The Winner's Kiss Page 12
He lay in a heap at her feet, his temple bleeding. Kestrel fumbled with the key, her breath loud, gasping. It wasn’t until she moved to set the key into the gate that she thought of the possibility that it was the wrong key, that she had been tricked, or Verex had, or the senator.
Horror spiked through her. But the key went in smoothly and it turned, making no more sound than a knife in butter.
A giddy rush. Her heart soaring in her chest. Her ribs spread wide with relief. A laughing breath.
She pushed the gate open. She slipped out onto the tundra, stealthy at first, then running as fast as a deer.
She was free.
Her foot plunged into a puddle. The ground was soggy, the vegetation short and shrubby. Little cover. Nowhere to hide. She was too exposed. Her breath rasped. Her heart faltered. Her legs were hot and thick and slow.
Then: horses.
A sob of fear burst past her lips. She heard them behind her. Fanned out wide. Galloping. A hunt.
A shout. She’d been seen.
Little rabbit, little fox.
Run.
She fled. She couldn’t really see where she was going, couldn’t look back. Gasps tore at her throat. She stumbled, nearly fell, forced herself forward. She heard the horses stop and that was worse, because the guards must be dismounting now, they were close, and she didn’t want to know this. It could not be over.
But someone caught her from behind. Pitched her down. She screamed against the wet earth.
She was dragged back inside the prison gate. She refused to walk. They pulled her through the mud and then finally carried her.
As on her first day in the camp, she was brought before the silver-braided woman. A thin purple welt cut across the woman’s throat. Kestrel should have killed her. She should have locked all the women prisoners in their cells. Her escape had been too quickly discovered. She hadn’t had enough of a head start. Yet another mistake.
“I told you that if you behaved, no one would hurt you,” the woman said. She unhooked the whip from her belt.
“No.” Kestrel shrank. “Please. I won’t do it again.”
“I know you won’t.” The woman shook the looped whip. It snapped out loose at her thigh.
“That makes no sense.” Kestrel’s voice got threaded and high. “I won’t be able to work if you do that.”
“Not at first. But afterward I think you’ll work much better.”
“No. Please. Why punish me if I won’t remember it? I won’t, I’ll be just like the other prisoners, I’ll forget it, I’ll forget every thing.”
“You’ll remember long enough.”
Kestrel twisted wildly, but hands were already opening the back of her dress, she was being turned around, pushed up against the gate, tied to the bars. The wind whispered across her bare back.
I have been whipped before, she heard the memory of Arin’s voice. Did you think I couldn’t bear the punishment for being caught?
Kestrel strained against her bonds, terrified.
“Princess,” said the guard behind her.
Kestrel’s muscles went tight. Her shoulders hunched. She couldn’t breathe.
“Every new prisoner shines with a little light,” the guard said. “Your light happens to shine brighter. It’s best for everyone if it goes out.”
Kestrel pressed her forehead against the bars. She stared at the tundra. Her breath was coming again now. Hard and fast.
There was a sharp, whistling sound like a bird taking off.
The whip came down. It carved into her. Something wet ran down her ribs.
She wasn’t brave. She could hear herself as it continued. She wasn’t anything she recognized.

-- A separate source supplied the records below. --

/**
 * 1/Γ(1+t) and its derivatives (up to 2) at t = tNum/den ∈ [−1/2, 1/2]:
 * returns [R, R', R''] (as many as asked), fixed point at `bits`.
 */
export function reciprocalGammaNearOne(tNum: bigint, den: bigint, bits: number, derivatives: number): Fixed[] {
  const index = Math.min(CENTRE_COUNT - 1, Math.max(0, Number(((2n * tNum + den) * BigInt(CENTRE_COUNT)) / (2n * den))));
  const table = centredReciprocalGamma(bits)[index];
  // v = t − u0 = (2C·tNum − (2j+1−C)·den) / (2C·den)
  const twoC = BigInt(2 * CENTRE_COUNT);
  const v = fromRational(twoC * tNum - BigInt(2 * index + 1 - CENTRE_COUNT) * den, twoC * den, bits);
  const vd = fixedToDouble(v, bits);
  const { coeffs, doubles, splitIndex } = table;
  const accD = [0, 0, 0];
  for (let k = doubles.length - 1; k >= splitIndex; k--) {
    for (let d = derivatives; d >= 1; d--) accD[d] = accD[d] * vd + accD[d - 1];
    accD[0] = accD[0] * vd + doubles[k];
  }
  const B = BigInt(bits);
  const acc: Fixed[] = accD.slice(0, derivatives + 1).map((a) => doubleToFixed(a, bits));
  for (let k = splitIndex - 1; k >= 0; k--) {
    for (let d = derivatives; d >= 1; d--) acc[d] = ((acc[d] * v) >> B) + acc[d - 1];
    acc[0] = ((acc[0] * v) >> B) + coeffs[k];
  }
  if (derivatives >= 2) acc[2] *= 2n;
  return acc;
}

// ---------------------------------------------------------------------------------------------
// Stirling series: ln Γ(z) = (z−½)ln z − z + ½ln(2π) + Σ_k B_{2k}/(2k(2k−1) z^{2k−1})  (DLMF 5.11.1)

const stirlingCoefficients = new CoefficientCache(
  (k) => {
    const b = bernoulliEvenUnreduced(2 * k);
    return { num: b.num, den: b.den * BigInt(2 * k * (2 * k - 1)) };
  },
  (k) => log2AbsBernoulli(k) - Math.log2(2 * k * (2 * k - 1)),
);

const halfLnTwoPi = cachedConstant((bits) => lnFixedPositive(2n * piFixed(bits), bits) / 2n);
const sqrtPi = cachedConstant((bits) => sqrt(piFixed(bits), bits));

/**
 * Shift target for the asymptotic series at `bits`: with z ≥ 0.4·bits the smallest Stirling term is
 * far below 2^-bits and a few hundred terms suffice at 1000 digits (fewer terms cost more shift).
 */
export function asymptoticThreshold(bits: number): number {
  return Math.max(12, Math.ceil(0.4 * bits));
}

/** ln Γ(z) for z = P/Q ≥ asymptoticThreshold(bits), absolute error a few units of 2^-bits. */
function lnGammaStirling(P: bigint, Q: bigint, bits: number): Fixed {
  const work = bits + 8;
  const log2z = log2AbsRational(P, Q);
  const terms = requireTerms(termsForBudget(stirlingCoefficients, log2z, -work - 6, -1));
  const series = hornerInverseSquare(stirlingCoefficients, terms, P, Q, work);
  const sum = (series * Q) / P;
  // (z−½)·ln z needs ln z to log2(z) more bits
  const lnBits = work + Math.max(0, Math.ceil(log2z)) + 2;
  const lnz = lnRational(P, Q, lnBits);
  const main = changeBits((lnz * (2n * P - Q)) / (2n * Q), lnBits, work);
  const value = main - fromRational(P, Q, work) + halfLnTwoPi(work) + sum;
  return changeBits(value, work, bits);
}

It used to be that Kestrel would treasure the memory of Arin singing to her. She’d worry that she’d somehow forget it. The sliding low notes. The sweet intervals, or the way he’d sustain a long line, and how she loved the sound of him taking a breath as much as she did the way he could hold a musical phrase aloft until it ended exactly where it should.

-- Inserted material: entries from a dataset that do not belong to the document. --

import { StyleSheet, View } from 'react-native';
import { spacing } from '../../../constants/theme';
import type { CellInput, ModelSpec } from '../../../shared/notebook';
import { TextField } from '../../ui/TextField';
import { ChoiceRow } from '../ChoiceRow';
import { optionalText, PresetNField, WholeNumberField, type EditorProps } from './fields';

type SetupInput = Extract<CellInput, { kind: 'setup' }>;

const presetDefaults: Record<ModelSpec['preset'], ModelSpec> = {
  on: { preset: 'on', N: 1 },
  cubic: { preset: 'cubic', N: 3 },
  custom: { preset: 'custom', fields: 2, potential: 'u/24*(phi1^4+phi2^4) + v/4*phi1^2*phi2^2' },
};

export function SetupEditor({ input, errors, onChange, testPrefix }: EditorProps<SetupInput>) {
  const model = input.model;
  const setModel = (next: ModelSpec) => onChange({ ...input, model: next });
  return (
    <View style={styles.form}>
      <ChoiceRow
        label="Model"
        options={[{ value: 'on', label: 'O(N)' }, { value: 'cubic', label: 'Cubic anisotropy' }, { value: 'custom', label: 'Own potential' }]}
        value={model.preset}
        onChange={(preset) => setModel(presetDefaults[preset])}
        testID={`${testPrefix}-preset`}
      />
      {model.preset === 'on' ? (
        <PresetNField label="N (components)" value={model.N} allowSymbol="N" hint="Any real number (0: self-avoiding walk, 0.5, −1, 1000000), or N to keep it symbolic" onChange={(N) => setModel({ preset: 'on', N })} error={errors['model.N']} testID={`${testPrefix}-N`} />
      ) : null}
      {model.preset === 'cubic' ? (
        <PresetNField label="N (components)" value={model.N} hint="Any real number except 1, e.g. 3 or 2.5" onChange={(N) => setModel({ preset: 'cubic', N })} error={errors['model.N']} testID={`${testPrefix}-N`} />
      ) : null}
      {model.preset === 'custom' ? (
        <>
          <WholeNumberField label="Fields φ1…φn" value={model.fields} onChange={(fields) => setModel({ ...model, fields: fields as number })} error={errors['model.fields']} testID={`${testPrefix}-fields`} />
          <TextField label="Quartic potential" value={model.potential} onChangeText={(potential) => setModel({ ...model, potential })} error={errors['model.potential']} hint="A polynomial in phi1…phin with named couplings" testID={`${testPrefix}-potential`} />
        </>
      ) : null}
      <View style={styles.pair}>
        <View style={styles.half}>
          <TextField label="d" value={input.d ?? ''} onChangeText={(d) => onChange({ ...input, d: optionalText(d) })} error={errors.d} hint="Empty: symbolic" testID={`${testPrefix}-d`} />
        </View>
        <View style={styles.half}>
          <TextField label="s" value={input.s ?? ''} onChangeText={(s) => onChange({ ...input, s: optionalText(s) })} error={errors.s} hint="Empty: symbolic" testID={`${testPrefix}-s`} />
        </View>
      </View>
      <ChoiceRow label="Loop order" options={[{ value: 1, label: '1 loop' }, { value: 2, label: '2 loops' }, { value: 3, label: '3 loops' }]} value={input.loops} onChange={(loops) => onChange({ ...input, loops })} testID={`${testPrefix}-loops`} />
      <WholeNumberField label="Digits" value={input.digits} onChange={(digits) => onChange({ ...input, digits: digits as number })} error={errors.digits} testID={`${testPrefix}-digits`} />
    </View>
  );
}

const styles = StyleSheet.create({
  form: { gap: spacing.md },
  pair: { flexDirection: 'row', gap: spacing.md },
  half: { flex: 1 },
});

But after the guards untied her from the gate, when her back was on fire and she couldn’t walk and her bones were a trembling liquid, she looked at the cup in the woman’s hand. Kestrel reached for it. She begged to drink.
The cup was set to her lips. She caught the silvery scent of the nighttime drug. The thought of becoming just like the other prisoners no longer seemed so bad.
It would be a blessing to forget.
After all, what was there to remember?
Someone she never could have had. Friends dead or gone. A father who did not love her.
The cup tipped. Water ran over her tongue, cool and delicious. She forgot the pain, forgot where she was, forgot who she’d been, forgot that she had ever been afraid of forgetting.